An act of Congress violates separation of powers if it requires federal courts to exercise their Article III power "in a manner repugnant to the text, structure, and traditions of Article III". By setting a particular standard of review in the district court, Section 2 of the Act purports to direct a federal court in an area traditionally left to the federal court to decide. In fact, the establishment of a standard of review often dictates the rule of decision in a case, which is beyond Congress's constitutional power.

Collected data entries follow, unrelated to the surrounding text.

#include <algorithm>
#include <filesystem>
#include <nlohmann/json.hpp>
#include <sstream>

#include "app/program.hpp"
#include "dropfront/report/text_table.hpp"
#include "support/catch.hpp"

namespace dropfront::app {
namespace {

const std::string kSmall = "small.json";
const std::vector<std::string> kResultFiles{"bom.csv", "candidates.csv", "candidates.json", "summary.txt"};

TEST_CASE("search prints ranked sets that fit the terminal and says where the files are") {
  const Workshop shop;
  const auto finished = shop.run("search " + kSmall);
  INFO(finished.err);
  CHECK(finished.status == 0);
  CHECK(finished.err.empty());
  CHECK(finished.out.find("Files: results/small/") != std::string::npos);
  CHECK(finished.out.find("mains potential") != std::string::npos);
  CHECK(finished.out.find('\x1b') == std::string::npos);
  std::istringstream lines(finished.out);
  for (std::string line; std::getline(lines, line);) CHECK(report::display_width(line) <= report::kTextWidth);
  CHECK(shop.files_below("results/small") == kResultFiles);
}

TEST_CASE("the same bytes with one thread and with two") {
  const Workshop shop;
  const std::string timer =
      "problems/towel-rail-timer.json --effort quick --budget 100 --quiet";  // relaxations too
  for (const std::string threads : {"1", "2"})
    REQUIRE(shop.run("search " + timer + " --out out" + threads + " --threads " + threads).status == 0);
  for (const auto& file : kResultFiles) {
    INFO(file);
    const auto first = shop.read("out1/towel-rail-timer/" + file);
    CHECK_FALSE(first.empty());
    CHECK(first == shop.read("out2/towel-rail-timer/" + file));
  }
}

TEST_CASE("no times, paths or thread counts stand in the files") {
  const Workshop shop;
  REQUIRE(shop.run("search " + kSmall + " --threads 2").status == 0);
  for (const auto& file : kResultFiles) {
    INFO(file);
    const auto content = shop.read("results/small/" + file);
    CHECK(content.find(shop.path("")) == std::string::npos);
    CHECK(content.find(DROPFRONT_SOURCE_DIR) == std::string::npos);
    CHECK(content.find("thread") == std::string::npos);
  }
}

TEST_CASE("--json prints one document, the same as the file, and nothing else") {
  const Workshop shop;
  const auto finished = shop.run("search " + kSmall + " --json");
  REQUIRE(finished.status == 0);
  CHECK(finished.err.empty());
  const auto printed = nlohmann::ordered_json::parse(finished.out);
  REQUIRE(printed["problems"].size() == 1);
  CHECK(printed["problems"][0] == nlohmann::ordered_json::parse(shop.read("results/small/candidates.json")));
}

TEST_CASE("a design of the result, read back by assess, gives the figures the search gave") {
  const Workshop shop;
  REQUIRE(shop.run("search " + kSmall).status == 0);
  const auto result = nlohmann::ordered_json::parse(shop.read("results/small/candidates.json"));
  const int number = result["ranked"]["cheapest"][0];
  auto evidence = result["evidence"][std::to_string(number)];
  evidence.erase("confirmation");  // what the search adds
  shop.write("design.json", evidence["design"].dump());
  const auto assessed = shop.run("assess " + kSmall + " --design design.json --json");
  INFO(assessed.err);
  CHECK(assessed.status == 0);
  CHECK(nlohmann::ordered_json::parse(assessed.out) == evidence);
}

TEST_CASE("a problem without a compliant design is status 1 and names what stands in the way") {
  const Workshop shop;
  const auto finished = shop.run("search " + kSmall + " --set 'limits.standby_power=50 mW'");
  CHECK(finished.status == 1);
  // The conflict speaks in the check's own unit: what the best design reaches, and what is asked.
  CHECK(finished.out.find("Failed most often: standby.power, by ") != std::string::npos);
  CHECK(finished.out.find(" where <= 50 mW is") != std::string::npos);
  const auto result = nlohmann::json::parse(shop.read("results/small/candidates.json"));
  CHECK(result["front"].empty());
  CHECK((result["status"] == "none found" || result["status"] == "proven none"));
  REQUIRE_FALSE(result["conflict"]["checks"].empty());
  const auto& worst = result["conflict"]["checks"][0];
  CHECK(worst["limit"] == 0.05);
  CHECK(worst["unit"] == "W");
  CHECK_THAT(worst["value"].get<double>() / 0.05 - 1,
             Catch::Matchers::WithinRel(worst["least_shortfall"].get<double>(), 1e-12));  // by definition
}

TEST_CASE("a place that cannot be written to is refused before the search") {
  const Workshop shop;
  shop.write("taken", "a file");
  const auto finished = shop.run("search " + kSmall + " --out taken/results");
  CHECK(finished.status == 3);
  CHECK(finished.out.empty());
  CHECK(finished.err.find("taken is a file, a folder is wanted") != std::string::npos);
}

TEST_CASE("one bad file among good ones: status 2, each mistake named, nothing written") {
  const Workshop shop;
  shop.write("bad.json", "{\"title\": \"x\", \"mians\": {}}");
  shop.write("worse.json", "{");
  const auto finished = shop.run("search " + kSmall + " bad.json worse.json missing.json");
  CHECK(finished.status == 2);
  CHECK(finished.out.empty());
  CHECK(std::count(finished.err.begin(), finished.err.end(), '\n') == 3);
  for (const char* word : {"bad.json", "mians", "mains", "worse.json", "missing.json"})
    CHECK(finished.err.find(word) != std::string::npos);
  CHECK_FALSE(shop.exists("results"));
}

TEST_CASE("two problems of one name would share a folder: status 2, nothing written") {
  const Workshop shop;
  const auto finished = shop.run("search " + kSmall + " ./" + kSmall);
  CHECK(finished.status == 2);
  CHECK(finished.err.find("small") != std::string::npos);
  CHECK_FALSE(shop.exists("results"));
}

TEST_CASE("a folder that holds something else is never replaced") {
  const Workshop shop;
  std::filesystem::create_directories(shop.path("out/small"));
  shop.write("out/small/notes.txt", "mine");
  const auto finished = shop.run("search " + kSmall + " --out out");
  CHECK(finished.status == 2);
  CHECK(finished.err.find("out/small") != std::string::npos);
  CHECK(shop.files_below("out") == std::vector<std::string>{"small/notes.txt"});
}

TEST_CASE("a disk that refuses is status 3") {
  const Workshop shop;
  shop.write("results", "a file where the folder should be");
  const auto finished = shop.run("search " + kSmall);
  CHECK(finished.status == 3);
  CHECK(finished.err.starts_with("error: "));
  CHECK(shop.read("results") == "a file where the folder should be");
}

TEST_CASE("an interrupted run ends with status 130 and what it found is written") {
  const Workshop shop;
  const auto finished = shop.run_interrupted({"search", kSmall, "problems/sensor-family.json"}, "Files: ");
  CHECK(finished.status == 130);
  CHECK(shop.exists("results/small/candidates.json"));
  for (const auto& file : shop.files_below("results")) {
    INFO(file);
    CHECK(file.find(".partial") == std::string::npos);
    if (!file.ends_with(".json")) continue;
    CHECK_FALSE(nlohmann::json::parse(shop.read("results/" + file)).empty());
  }
}

}  // namespace
}  // namespace dropfront::app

- The law failed to create any substantive rights. The law enacted by Congress only obliged the federal courts to review the rulings of the Florida state courts to determine if procedural due process had been afforded. However, there was no serious argument that the Florida courts had violated any constitutionally mandated procedural requirements. Congress could have specified in the statute that the bill sought to enforce a substantive due process right to life, enacted pursuant to section five of the Fourteenth Amendment to the U.S. Constitution. However, the social conservatives who championed the legislation have been reluctant to rely on the rights created under this provision, as it has also been interpreted by the Supreme Court as providing the underpinning for the right to abortion and for refusal to receive life-saving medical assistance.
- Barack Obama, while on the campaign trail to the Presidency, twice expressed regret for having allowed the Senate to adjourn by unanimous consent, which then made it possible for a handful of senators to introduce the bill. In the Democratic primary debate on April 26, 2007, he characterized his failure to object to the Senate's adjournment as his biggest professional mistake and that the Senate deliberations "left the Senate with a bill that allowed Congress to intrude where it shouldn't have".